Este tipo de herramientas, promovidas como una respuesta democrática y plural al problema de la moderación, tienen a su favor una premisa potente: la comunidad como fuente de saber. Lejos de tratar al público como un receptor pasivo, se le otorga agencia para deliberar, etiquetar, corregir. Punto a favor de Meta.

De todos modos, el carácter distribuido no garantiza, por sí mismo, inclusión, ni transparencia, ni justicia epistémica. Más aún: en muchos casos, estos sistemas operan bajo una lógica poco transparente. En el sistema de las community notes, por ejemplo, no existe un proceso de doble ciego, donde ninguna de las dos partes conoce la identidad de los demás — como sucede en muchos journals académicos. Por el contrario, las notas de la comunidad se basan en un proceso de revisión simple-ciego: sólo la identidad de los autores de las notas permanece anonimizada.

Para mitigar los sesgos que pueden reproducirse en ese microproceso deliberativo, Meta comenta que

La publicación de una nota no se basa en la regla de la mayoría: para que una nota se publique, personas con diferentes puntos de vista y que normalmente están en desacuerdo, según su historial de calificaciones, deben coincidir en que la nota es útil. Por ejemplo, si dos colaboradores que no suelen estar de acuerdo en que una nota es útil coinciden en que una nota lo es, entonces esa nota tiene más probabilidades de publicarse.” 

¿Se trata, entonces, de un esquema destinado a perjudicar a los usuarios a los que se les aplican estas notas? Salvando las múltiples diferencias, la comunidad científica puede darnos algunas valiosas lecciones.

En los debates sobre revisión por pares, la modalidad simple-ciego —como la que implementa Meta— se ha defendido por su capacidad para proteger a quienes producen las evaluaciones, reduciendo el riesgo de represalias o presión social. Pero también ha sido criticada por facilitar la opacidad, la irresponsabilidad y la reproducción de sesgos estructurales.

En cambio, los modelos abiertos de revisión —donde se conocen las identidades de autores y revisores— fomentan la transparencia y la rendición de cuentas, aunque pueden inhibir el disenso, especialmente frente a figuras reconocidas. El sistema de Meta intenta compensar ese riesgo con pluralismo estadístico: si personas usualmente en desacuerdo coinciden en que una nota es útil, se publica. Pero la deliberación permanece cerrada y asimétrica: quienes leen la nota no pueden saber quién la escribió, ni bajo qué criterios se consensuó.

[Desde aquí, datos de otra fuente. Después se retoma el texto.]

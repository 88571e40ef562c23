/**
 * Browser: the administrator reaches the stations screen from the navigation, makes a station key
 * (shown once, with the watcher's command line), sees it listed as never used, and revokes it
 * after confirming; at phone and wide widths, nothing runs off the screen.
 */
import { readDemoAccounts } from '@/server/services/seed';
import { layoutProblems, openBrowser, screenshot, signInThroughForm, VIEWPORTS } from '@/tests/support/browser';
import { startServerProcess } from '@/tests/support/server-process';
import type { ServerProcess } from '@/tests/support/server-process';

let srv: ServerProcess;
beforeAll(async () => {
  srv = await startServerProcess({ timeoutMs: 240_000 });
}, 250_000);
afterAll(async () => {
  await srv?.stop();
});

const admin = readDemoAccounts().find((a) => a.role === 'admin')!;

describe.each(Object.entries(VIEWPORTS))('at %s width', (vpName, viewport) => {
  it('make a key, see it once, revoke it', async () => {
    const b = await openBrowser(viewport);
    try {
      await signInThroughForm(b.page, srv.url, admin.email, admin.password);
      await b.page.getByTestId('nav-stations').click();
      await b.page.getByTestId('stations-screen').waitFor({ timeout: 20_000 });
      const name = `Line ${vpName} flasher`;
      await b.page.getByTestId('station-name').fill(name);
      await b.page.getByTestId('station-submit').click();
      await b.page.getByTestId('station-new-key').waitFor({ timeout: 20_000 });
      const key = (await b.page.getByTestId('station-key-text').textContent()) ?? '';
      expect(key).toMatch(/^qls_[A-Za-z]{64}$/);
      await b.page.getByTestId(`station-${name}`).waitFor();
      expect(await b.page.getByTestId(`station-${name}`).textContent()).toContain('never used');
      expect(await layoutProblems(b.page)).toEqual([]);
      await screenshot(b.page, `stations-key-${vpName}`);
      // The key works once, as the station (a batch), before it is revoked.
      const made = await fetch(`${srv.url}/api/batches`, { method: 'POST', headers: { 'x-api-key': key, 'content-type': 'application/json' }, body: JSON.stringify({ name: `From ${name}` }) });
      expect(made.status).toBe(201);
      await b.page.getByTestId('station-key-done').click();
      expect(await b.page.getByTestId('station-new-key').count()).toBe(0);
      await b.page.getByTestId(`station-revoke-${name}`).click();
      await b.page.getByTestId(`station-revoke-yes-${name}`).click();
      await b.page.getByText(`${name} · revoked`).waitFor({ timeout: 20_000 });
      expect(await b.page.getByTestId(`station-${name}`).textContent()).toMatch(/last used/);
      await screenshot(b.page, `stations-revoked-${vpName}`);
      const refused = await fetch(`${srv.url}/api/batches`, { method: 'POST', headers: { 'x-api-key': key, 'content-type': 'application/json' }, body: JSON.stringify({ name: 'refused' }) });
      expect(refused.status).toBe(401);
    } finally {
      await b.close();
    }
  }, 120_000);
});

La consecuencia es que se limita el poder epistémico del usuario receptor, que no puede auditar el proceso ni participar de sus reglas. La comunidad, entonces, aparece como un actor abstracto, sin rostro ni rendición de cuentas. Y eso no es menor: porque una comunidad digital no sólo se define por los contenidos que circulan, sino por las formas en que se habilita —o restringe— el derecho a disputar su significado.